_ASSIGNMENT_
Return the data that follows, keeping every word and mark unchanged.

_Collected data entries_
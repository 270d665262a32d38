"""The PostgreSQL test server and fresh catalogs on either back-end, for conftest and tests.

A module of its own (not conftest.py) so that tests importing :func:`new_catalog` share the
one server object the ``pg_server`` fixture set up.
"""

from __future__ import annotations

import uuid
from pathlib import Path

from partpick.catalog.store import dispose_engines

PG_URL_ENV = "PARTPICK_TEST_PG_URL"


class PgServer:
    """The test server of ``PARTPICK_TEST_PG_URL``: one fresh database per catalog."""

    def __init__(self, url: str) -> None:
        self.url = url
        self.created: list[str] = []

    def admin(self):
        import psycopg

        return psycopg.connect(self.url.replace("postgresql+psycopg://", "postgresql://"),
                               autocommit=True)  # fmt: skip

    def admin_of(self, name: str):
        """Return an autocommit connection to database ``name`` as the server's owner."""
        import psycopg

        url = self.url_of(name).replace("postgresql+psycopg://", "postgresql://")
        return psycopg.connect(url, autocommit=True)

    def new_database(self) -> str:
        """Create an empty database and return its URL."""
        name = f"pptest_{uuid.uuid4().hex[:12]}"
        with self.admin() as conn:
            conn.execute(f'CREATE DATABASE "{name}"')
        self.created.append(name)
        return self.url_of(name)

    def url_of(self, name: str, user: str | None = None, password: str | None = None) -> str:
        """Return the URL of database ``name`` on the server, as ``user`` if given."""
        import sqlalchemy as sa

        url = sa.make_url(self.url).set(database=name)
        if user is not None:
            url = url.set(username=user, password=password)
        return url.render_as_string(hide_password=False)

    def drop_all(self) -> None:
        dispose_engines()
        with self.admin() as conn:
            for name in self.created:
                conn.execute(f'DROP DATABASE IF EXISTS "{name}" WITH (FORCE)')


SERVER: list[PgServer] = []  # the session's server, once the pg_server fixture ran


def new_catalog(backend: str, folder: Path, name: str = "catalog.db") -> str:
    """Return a fresh, empty catalog on ``backend``: a file in ``folder``, or a PG database."""
    if backend == "sqlite":
        return str(folder / name)
    if not SERVER:
        raise RuntimeError("request the catalog_backend or pg_server fixture first")
    return SERVER[0].new_database()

_SOLUTION_
repository 270d665262a32d38
"""The PostgreSQL test server and fresh catalogs on either back-end, for conftest and tests.

A module of its own (not conftest.py) so that tests importing :func:`new_catalog` share the
one server object the ``pg_server`` fixture set up.
"""

from __future__ import annotations

import uuid
from pathlib import Path

from partpick.catalog.store import dispose_engines

PG_URL_ENV = "PARTPICK_TEST_PG_URL"


class PgServer:
    """The test server of ``PARTPICK_TEST_PG_URL``: one fresh database per catalog."""

    def __init__(self, url: str) -> None:
        self.url = url
        self.created: list[str] = []

    def admin(self):
        import psycopg

        return psycopg.connect(self.url.replace("postgresql+psycopg://", "postgresql://"),
                               autocommit=True)  # fmt: skip

    def admin_of(self, name: str):
        """Return an autocommit connection to database ``name`` as the server's owner."""
        import psycopg

        url = self.url_of(name).replace("postgresql+psycopg://", "postgresql://")
        return psycopg.connect(url, autocommit=True)

    def new_database(self) -> str:
        """Create an empty database and return its URL."""
        name = f"pptest_{uuid.uuid4().hex[:12]}"
        with self.admin() as conn:
            conn.execute(f'CREATE DATABASE "{name}"')
        self.created.append(name)
        return self.url_of(name)

    def url_of(self, name: str, user: str | None = None, password: str | None = None) -> str:
        """Return the URL of database ``name`` on the server, as ``user`` if given."""
        import sqlalchemy as sa

        url = sa.make_url(self.url).set(database=name)
        if user is not None:
            url = url.set(username=user, password=password)
        return url.render_as_string(hide_password=False)

    def drop_all(self) -> None:
        dispose_engines()
        with self.admin() as conn:
            for name in self.created:
                conn.execute(f'DROP DATABASE IF EXISTS "{name}" WITH (FORCE)')


SERVER: list[PgServer] = []  # the session's server, once the pg_server fixture ran


def new_catalog(backend: str, folder: Path, name: str = "catalog.db") -> str:
    """Return a fresh, empty catalog on ``backend``: a file in ``folder``, or a PG database."""
    if backend == "sqlite":
        return str(folder / name)
    if not SERVER:
        raise RuntimeError("request the catalog_backend or pg_server fixture first")
    return SERVER[0].new_database()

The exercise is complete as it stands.